Records contained in a dataset

..........

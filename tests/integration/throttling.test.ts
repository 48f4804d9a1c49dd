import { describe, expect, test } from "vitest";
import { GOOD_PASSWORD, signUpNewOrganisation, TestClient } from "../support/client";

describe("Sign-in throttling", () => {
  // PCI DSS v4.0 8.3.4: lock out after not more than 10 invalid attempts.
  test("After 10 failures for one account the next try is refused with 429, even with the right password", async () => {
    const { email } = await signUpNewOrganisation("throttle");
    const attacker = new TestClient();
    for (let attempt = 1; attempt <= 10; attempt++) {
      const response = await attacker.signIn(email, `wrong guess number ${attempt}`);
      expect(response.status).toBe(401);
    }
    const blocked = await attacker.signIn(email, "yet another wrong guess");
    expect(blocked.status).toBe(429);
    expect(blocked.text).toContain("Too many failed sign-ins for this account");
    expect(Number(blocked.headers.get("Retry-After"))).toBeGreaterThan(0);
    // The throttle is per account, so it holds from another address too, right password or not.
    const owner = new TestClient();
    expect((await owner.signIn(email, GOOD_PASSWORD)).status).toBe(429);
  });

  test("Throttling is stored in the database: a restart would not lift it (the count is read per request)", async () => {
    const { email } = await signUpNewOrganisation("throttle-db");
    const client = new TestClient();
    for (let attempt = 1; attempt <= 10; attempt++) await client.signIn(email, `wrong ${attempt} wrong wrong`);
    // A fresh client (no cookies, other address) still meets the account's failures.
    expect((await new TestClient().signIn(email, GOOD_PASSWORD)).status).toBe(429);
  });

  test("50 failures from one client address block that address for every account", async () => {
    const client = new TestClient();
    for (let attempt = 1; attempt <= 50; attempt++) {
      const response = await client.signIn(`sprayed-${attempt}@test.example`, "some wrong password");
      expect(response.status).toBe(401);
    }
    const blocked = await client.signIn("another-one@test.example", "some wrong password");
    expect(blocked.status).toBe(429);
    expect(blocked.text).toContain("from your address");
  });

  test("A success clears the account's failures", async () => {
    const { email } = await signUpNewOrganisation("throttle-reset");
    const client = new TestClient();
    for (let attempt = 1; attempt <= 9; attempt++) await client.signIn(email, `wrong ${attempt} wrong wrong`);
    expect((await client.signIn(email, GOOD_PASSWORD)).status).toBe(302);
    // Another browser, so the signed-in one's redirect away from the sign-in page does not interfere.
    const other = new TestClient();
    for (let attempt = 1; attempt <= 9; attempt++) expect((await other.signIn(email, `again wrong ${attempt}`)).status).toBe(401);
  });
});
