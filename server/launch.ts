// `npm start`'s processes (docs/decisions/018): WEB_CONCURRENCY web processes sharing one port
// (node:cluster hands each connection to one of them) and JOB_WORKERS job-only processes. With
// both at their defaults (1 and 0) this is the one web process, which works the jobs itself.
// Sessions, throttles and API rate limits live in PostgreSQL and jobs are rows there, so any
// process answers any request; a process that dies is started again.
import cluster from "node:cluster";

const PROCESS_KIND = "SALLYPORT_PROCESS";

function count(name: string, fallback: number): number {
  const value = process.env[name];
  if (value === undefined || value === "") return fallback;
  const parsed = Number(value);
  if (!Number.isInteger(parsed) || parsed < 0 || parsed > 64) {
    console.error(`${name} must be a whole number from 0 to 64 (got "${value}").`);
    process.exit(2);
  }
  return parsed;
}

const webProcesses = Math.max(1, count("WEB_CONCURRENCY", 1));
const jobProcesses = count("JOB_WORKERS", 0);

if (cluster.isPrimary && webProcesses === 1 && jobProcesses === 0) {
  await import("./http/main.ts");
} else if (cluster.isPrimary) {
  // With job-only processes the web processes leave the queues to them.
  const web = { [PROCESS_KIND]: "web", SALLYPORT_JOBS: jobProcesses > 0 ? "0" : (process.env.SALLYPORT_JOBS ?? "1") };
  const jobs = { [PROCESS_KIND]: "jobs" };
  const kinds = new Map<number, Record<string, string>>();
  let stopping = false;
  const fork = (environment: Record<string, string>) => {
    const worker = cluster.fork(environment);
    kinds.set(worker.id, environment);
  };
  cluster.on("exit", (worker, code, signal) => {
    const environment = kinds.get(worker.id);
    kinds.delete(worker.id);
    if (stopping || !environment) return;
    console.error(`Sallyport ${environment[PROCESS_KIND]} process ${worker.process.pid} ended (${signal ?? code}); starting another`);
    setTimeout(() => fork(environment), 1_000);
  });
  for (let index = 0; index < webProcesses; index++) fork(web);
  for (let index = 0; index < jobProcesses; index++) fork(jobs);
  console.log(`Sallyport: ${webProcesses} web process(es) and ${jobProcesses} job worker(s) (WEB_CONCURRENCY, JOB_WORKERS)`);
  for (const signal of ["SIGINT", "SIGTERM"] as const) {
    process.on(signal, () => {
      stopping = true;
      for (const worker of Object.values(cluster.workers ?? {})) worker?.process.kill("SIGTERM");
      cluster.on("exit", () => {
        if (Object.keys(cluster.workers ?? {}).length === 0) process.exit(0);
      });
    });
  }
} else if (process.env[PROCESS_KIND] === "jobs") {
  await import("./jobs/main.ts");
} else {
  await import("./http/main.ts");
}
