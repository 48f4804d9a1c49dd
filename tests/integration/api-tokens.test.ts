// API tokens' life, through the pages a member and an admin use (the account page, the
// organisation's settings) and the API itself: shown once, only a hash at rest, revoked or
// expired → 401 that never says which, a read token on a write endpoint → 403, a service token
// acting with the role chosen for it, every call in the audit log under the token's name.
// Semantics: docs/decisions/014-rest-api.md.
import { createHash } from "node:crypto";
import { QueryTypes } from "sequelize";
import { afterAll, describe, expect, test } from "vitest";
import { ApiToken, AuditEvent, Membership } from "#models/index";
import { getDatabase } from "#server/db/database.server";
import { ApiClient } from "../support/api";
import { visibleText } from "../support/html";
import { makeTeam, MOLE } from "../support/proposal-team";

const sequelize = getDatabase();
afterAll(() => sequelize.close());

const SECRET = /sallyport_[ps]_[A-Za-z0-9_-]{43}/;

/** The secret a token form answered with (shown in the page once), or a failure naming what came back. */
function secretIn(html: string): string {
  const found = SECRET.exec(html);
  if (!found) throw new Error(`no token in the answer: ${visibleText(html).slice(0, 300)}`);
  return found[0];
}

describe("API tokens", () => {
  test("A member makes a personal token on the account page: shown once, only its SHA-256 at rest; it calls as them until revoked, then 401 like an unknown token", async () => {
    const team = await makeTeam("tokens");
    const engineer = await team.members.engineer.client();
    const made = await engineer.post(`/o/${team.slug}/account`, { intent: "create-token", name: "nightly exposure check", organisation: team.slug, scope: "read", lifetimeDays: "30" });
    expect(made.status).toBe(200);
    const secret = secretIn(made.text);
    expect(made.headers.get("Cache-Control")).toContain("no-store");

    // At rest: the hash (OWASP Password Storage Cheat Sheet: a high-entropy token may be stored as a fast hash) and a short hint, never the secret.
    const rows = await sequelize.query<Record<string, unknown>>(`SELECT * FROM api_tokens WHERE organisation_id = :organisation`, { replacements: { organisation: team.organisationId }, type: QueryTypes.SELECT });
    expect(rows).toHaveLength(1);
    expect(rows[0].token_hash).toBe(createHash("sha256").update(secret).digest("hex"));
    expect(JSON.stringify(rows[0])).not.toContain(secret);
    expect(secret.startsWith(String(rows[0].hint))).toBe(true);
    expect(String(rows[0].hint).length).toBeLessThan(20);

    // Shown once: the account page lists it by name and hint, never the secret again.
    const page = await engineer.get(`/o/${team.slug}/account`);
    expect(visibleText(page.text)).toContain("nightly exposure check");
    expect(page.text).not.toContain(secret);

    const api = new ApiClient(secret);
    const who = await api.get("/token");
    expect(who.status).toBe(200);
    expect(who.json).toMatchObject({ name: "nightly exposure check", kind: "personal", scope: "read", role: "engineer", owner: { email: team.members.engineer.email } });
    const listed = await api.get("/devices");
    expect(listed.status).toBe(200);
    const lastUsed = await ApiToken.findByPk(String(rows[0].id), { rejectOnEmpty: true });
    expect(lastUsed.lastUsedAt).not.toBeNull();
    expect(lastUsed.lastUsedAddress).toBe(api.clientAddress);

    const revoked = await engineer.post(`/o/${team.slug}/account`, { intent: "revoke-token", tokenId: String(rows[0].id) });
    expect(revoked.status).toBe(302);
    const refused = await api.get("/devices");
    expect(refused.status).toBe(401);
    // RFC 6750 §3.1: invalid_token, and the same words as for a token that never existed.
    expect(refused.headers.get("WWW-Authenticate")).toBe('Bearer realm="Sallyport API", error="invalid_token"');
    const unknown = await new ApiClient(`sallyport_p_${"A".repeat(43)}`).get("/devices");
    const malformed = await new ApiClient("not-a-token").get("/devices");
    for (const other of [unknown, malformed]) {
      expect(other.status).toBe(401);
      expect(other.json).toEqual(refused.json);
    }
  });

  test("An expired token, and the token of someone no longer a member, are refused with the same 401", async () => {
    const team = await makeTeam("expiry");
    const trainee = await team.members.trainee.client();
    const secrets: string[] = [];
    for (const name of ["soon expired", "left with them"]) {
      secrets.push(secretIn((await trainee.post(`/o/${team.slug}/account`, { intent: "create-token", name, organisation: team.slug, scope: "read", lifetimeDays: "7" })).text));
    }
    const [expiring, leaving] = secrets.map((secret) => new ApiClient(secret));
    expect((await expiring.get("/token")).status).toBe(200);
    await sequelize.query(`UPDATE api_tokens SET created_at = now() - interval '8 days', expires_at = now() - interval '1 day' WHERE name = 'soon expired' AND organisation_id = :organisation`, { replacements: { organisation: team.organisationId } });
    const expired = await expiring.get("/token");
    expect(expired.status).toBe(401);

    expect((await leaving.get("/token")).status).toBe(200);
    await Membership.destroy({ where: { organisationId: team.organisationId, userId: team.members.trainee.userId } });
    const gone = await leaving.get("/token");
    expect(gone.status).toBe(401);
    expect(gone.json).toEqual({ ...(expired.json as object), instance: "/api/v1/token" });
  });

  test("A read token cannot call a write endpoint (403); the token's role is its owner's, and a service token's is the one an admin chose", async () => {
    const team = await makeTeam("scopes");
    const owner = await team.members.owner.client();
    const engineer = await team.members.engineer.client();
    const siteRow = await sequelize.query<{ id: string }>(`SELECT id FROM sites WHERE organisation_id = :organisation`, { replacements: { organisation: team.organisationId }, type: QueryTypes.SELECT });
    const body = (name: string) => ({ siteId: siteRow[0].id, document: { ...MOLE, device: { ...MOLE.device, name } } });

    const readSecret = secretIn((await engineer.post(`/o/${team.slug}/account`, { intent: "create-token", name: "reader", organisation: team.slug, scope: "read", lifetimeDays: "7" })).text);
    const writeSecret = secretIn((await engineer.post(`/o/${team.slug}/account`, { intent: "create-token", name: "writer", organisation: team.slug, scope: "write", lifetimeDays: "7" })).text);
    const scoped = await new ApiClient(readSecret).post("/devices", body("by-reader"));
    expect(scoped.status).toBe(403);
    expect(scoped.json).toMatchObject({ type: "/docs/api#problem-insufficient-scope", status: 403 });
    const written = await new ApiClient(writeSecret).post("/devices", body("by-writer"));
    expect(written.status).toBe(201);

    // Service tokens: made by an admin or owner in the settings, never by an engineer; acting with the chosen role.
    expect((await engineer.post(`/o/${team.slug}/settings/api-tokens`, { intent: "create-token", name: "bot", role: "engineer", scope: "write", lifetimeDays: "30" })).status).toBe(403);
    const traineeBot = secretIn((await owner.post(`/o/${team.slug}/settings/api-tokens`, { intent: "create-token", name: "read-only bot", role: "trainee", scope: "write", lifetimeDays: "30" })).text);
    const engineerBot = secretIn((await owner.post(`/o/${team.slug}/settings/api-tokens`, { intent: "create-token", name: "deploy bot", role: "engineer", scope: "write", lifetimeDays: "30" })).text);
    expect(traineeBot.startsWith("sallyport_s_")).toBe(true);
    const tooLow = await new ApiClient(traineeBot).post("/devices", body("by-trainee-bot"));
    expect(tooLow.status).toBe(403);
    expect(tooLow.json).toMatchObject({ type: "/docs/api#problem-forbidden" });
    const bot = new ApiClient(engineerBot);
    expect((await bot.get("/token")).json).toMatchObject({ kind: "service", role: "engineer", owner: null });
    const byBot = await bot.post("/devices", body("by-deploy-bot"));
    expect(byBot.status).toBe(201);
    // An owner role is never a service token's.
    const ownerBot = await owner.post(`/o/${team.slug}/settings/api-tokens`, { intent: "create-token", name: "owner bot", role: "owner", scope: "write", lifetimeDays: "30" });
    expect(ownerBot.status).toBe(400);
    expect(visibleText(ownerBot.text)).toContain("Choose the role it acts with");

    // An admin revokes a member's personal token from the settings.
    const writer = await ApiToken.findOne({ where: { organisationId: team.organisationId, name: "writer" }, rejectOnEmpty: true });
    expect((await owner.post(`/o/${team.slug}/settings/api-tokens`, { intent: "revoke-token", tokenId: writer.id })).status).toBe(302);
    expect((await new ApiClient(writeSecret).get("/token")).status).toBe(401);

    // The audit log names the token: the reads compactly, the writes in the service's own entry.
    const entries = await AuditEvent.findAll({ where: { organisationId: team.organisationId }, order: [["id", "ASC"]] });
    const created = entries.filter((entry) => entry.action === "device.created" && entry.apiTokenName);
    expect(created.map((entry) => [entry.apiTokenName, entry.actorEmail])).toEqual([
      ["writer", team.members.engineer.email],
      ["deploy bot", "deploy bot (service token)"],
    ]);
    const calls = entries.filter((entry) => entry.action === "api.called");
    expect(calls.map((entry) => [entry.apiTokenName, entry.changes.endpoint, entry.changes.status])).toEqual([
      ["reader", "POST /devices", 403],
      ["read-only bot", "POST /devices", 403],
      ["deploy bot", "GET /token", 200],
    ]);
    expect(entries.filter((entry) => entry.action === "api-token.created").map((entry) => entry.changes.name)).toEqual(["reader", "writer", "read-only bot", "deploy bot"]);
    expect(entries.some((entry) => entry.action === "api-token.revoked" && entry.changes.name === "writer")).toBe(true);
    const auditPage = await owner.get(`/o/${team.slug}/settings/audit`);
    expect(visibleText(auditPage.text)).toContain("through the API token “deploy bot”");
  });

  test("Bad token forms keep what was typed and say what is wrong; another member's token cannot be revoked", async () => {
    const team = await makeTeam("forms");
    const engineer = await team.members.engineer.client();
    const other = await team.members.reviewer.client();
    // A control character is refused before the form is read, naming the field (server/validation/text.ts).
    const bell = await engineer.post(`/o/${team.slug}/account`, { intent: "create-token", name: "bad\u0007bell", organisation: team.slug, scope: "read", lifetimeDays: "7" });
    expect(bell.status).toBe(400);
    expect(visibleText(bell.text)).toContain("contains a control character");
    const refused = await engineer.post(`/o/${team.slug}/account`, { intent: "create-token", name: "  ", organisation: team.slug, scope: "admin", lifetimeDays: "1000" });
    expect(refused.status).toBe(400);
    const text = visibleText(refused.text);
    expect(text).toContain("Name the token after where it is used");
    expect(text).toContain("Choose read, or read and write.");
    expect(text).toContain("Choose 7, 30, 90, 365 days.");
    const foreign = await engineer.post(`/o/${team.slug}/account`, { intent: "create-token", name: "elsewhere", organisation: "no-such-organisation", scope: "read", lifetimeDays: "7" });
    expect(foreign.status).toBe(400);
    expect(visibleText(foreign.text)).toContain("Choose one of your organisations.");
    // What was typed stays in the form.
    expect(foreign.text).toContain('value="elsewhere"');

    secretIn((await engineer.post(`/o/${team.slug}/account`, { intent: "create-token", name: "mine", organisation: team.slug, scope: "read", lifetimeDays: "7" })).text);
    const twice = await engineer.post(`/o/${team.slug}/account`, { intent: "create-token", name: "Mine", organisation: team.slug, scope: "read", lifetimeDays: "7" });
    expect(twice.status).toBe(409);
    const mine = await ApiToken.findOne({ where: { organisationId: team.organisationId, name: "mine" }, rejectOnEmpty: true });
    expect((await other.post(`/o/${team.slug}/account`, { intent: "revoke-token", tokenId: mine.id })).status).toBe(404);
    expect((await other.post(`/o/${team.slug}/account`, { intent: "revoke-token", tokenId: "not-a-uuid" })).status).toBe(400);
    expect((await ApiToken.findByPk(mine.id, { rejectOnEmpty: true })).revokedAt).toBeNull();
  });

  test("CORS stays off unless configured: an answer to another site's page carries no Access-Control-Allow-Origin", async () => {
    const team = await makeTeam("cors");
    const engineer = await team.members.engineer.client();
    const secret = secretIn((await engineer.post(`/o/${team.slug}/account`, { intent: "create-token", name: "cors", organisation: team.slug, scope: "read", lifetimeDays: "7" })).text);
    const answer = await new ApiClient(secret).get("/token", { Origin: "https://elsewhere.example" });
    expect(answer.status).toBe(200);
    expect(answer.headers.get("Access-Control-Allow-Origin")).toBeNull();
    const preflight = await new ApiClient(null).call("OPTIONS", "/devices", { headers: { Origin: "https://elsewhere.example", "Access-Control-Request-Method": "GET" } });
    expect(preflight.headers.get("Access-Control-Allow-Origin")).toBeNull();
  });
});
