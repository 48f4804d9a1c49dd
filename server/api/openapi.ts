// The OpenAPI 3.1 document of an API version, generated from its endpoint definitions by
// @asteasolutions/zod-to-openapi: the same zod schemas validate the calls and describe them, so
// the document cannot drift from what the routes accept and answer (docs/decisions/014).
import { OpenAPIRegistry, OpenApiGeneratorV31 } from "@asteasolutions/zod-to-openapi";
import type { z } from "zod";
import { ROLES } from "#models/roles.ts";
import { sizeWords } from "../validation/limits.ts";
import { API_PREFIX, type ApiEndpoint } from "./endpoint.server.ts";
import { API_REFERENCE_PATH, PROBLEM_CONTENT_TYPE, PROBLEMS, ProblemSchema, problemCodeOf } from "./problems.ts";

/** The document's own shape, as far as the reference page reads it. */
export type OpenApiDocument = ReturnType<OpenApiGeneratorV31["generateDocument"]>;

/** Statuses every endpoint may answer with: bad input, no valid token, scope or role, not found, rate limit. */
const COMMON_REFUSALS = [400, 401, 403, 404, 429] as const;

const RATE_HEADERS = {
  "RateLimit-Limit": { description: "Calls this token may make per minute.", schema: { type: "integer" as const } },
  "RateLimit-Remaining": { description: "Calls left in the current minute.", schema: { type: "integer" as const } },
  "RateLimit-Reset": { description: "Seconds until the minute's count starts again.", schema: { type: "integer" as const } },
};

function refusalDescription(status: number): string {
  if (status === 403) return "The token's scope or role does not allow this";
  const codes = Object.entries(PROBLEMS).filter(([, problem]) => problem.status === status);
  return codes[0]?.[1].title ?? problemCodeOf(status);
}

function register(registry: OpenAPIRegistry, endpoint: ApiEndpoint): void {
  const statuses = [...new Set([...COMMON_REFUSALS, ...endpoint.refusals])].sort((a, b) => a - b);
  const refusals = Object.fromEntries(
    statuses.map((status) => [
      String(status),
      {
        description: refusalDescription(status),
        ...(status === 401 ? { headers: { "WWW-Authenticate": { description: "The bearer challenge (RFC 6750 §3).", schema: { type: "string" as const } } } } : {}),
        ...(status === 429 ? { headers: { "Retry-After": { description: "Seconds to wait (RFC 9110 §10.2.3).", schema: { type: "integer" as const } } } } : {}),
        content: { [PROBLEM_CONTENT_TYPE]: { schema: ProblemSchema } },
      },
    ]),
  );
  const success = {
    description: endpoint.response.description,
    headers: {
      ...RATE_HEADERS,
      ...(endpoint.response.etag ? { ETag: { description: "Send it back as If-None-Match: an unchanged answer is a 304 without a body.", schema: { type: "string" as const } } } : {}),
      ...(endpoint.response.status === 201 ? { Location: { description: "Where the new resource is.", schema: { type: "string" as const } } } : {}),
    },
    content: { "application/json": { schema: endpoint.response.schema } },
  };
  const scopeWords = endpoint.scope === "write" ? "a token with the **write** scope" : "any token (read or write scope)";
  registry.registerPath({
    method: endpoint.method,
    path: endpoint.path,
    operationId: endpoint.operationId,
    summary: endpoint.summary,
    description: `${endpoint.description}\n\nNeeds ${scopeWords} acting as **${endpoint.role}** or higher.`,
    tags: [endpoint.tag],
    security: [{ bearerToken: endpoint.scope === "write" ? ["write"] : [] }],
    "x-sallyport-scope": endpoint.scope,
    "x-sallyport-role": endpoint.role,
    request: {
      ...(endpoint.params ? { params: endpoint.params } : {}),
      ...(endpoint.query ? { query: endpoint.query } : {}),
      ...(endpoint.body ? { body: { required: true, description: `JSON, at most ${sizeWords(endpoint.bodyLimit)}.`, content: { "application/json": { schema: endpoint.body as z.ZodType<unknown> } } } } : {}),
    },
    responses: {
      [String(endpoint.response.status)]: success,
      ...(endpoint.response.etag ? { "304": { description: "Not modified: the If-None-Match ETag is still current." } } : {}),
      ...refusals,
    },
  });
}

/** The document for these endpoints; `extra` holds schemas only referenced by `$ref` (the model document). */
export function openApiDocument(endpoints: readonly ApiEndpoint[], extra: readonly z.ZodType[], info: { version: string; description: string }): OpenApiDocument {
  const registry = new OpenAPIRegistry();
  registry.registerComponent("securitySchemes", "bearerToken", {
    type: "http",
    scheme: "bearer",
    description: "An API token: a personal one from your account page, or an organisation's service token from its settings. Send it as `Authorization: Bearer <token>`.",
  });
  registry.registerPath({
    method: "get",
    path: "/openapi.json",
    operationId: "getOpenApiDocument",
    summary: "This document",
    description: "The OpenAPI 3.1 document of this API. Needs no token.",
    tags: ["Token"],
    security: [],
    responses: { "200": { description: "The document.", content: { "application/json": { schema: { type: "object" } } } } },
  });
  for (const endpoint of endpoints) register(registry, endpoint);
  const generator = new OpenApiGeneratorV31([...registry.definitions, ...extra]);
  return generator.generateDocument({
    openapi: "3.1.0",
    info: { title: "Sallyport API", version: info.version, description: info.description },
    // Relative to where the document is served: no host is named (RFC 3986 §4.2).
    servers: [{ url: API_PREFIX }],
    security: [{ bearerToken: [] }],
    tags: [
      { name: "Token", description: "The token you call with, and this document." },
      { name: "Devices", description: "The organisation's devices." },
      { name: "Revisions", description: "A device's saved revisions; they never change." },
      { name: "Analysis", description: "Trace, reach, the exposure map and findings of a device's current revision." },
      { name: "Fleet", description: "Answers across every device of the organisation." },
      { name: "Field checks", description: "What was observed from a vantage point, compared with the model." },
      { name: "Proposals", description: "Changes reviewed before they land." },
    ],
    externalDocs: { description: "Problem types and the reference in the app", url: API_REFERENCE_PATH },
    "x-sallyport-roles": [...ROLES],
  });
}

..........

Which lines of the data contain the word "does"? Copy each one.

    // Another browser, so the signed-in one's redirect away from the sign-in page does not interfere.
  if (status === 403) return "The token's scope or role does not allow this";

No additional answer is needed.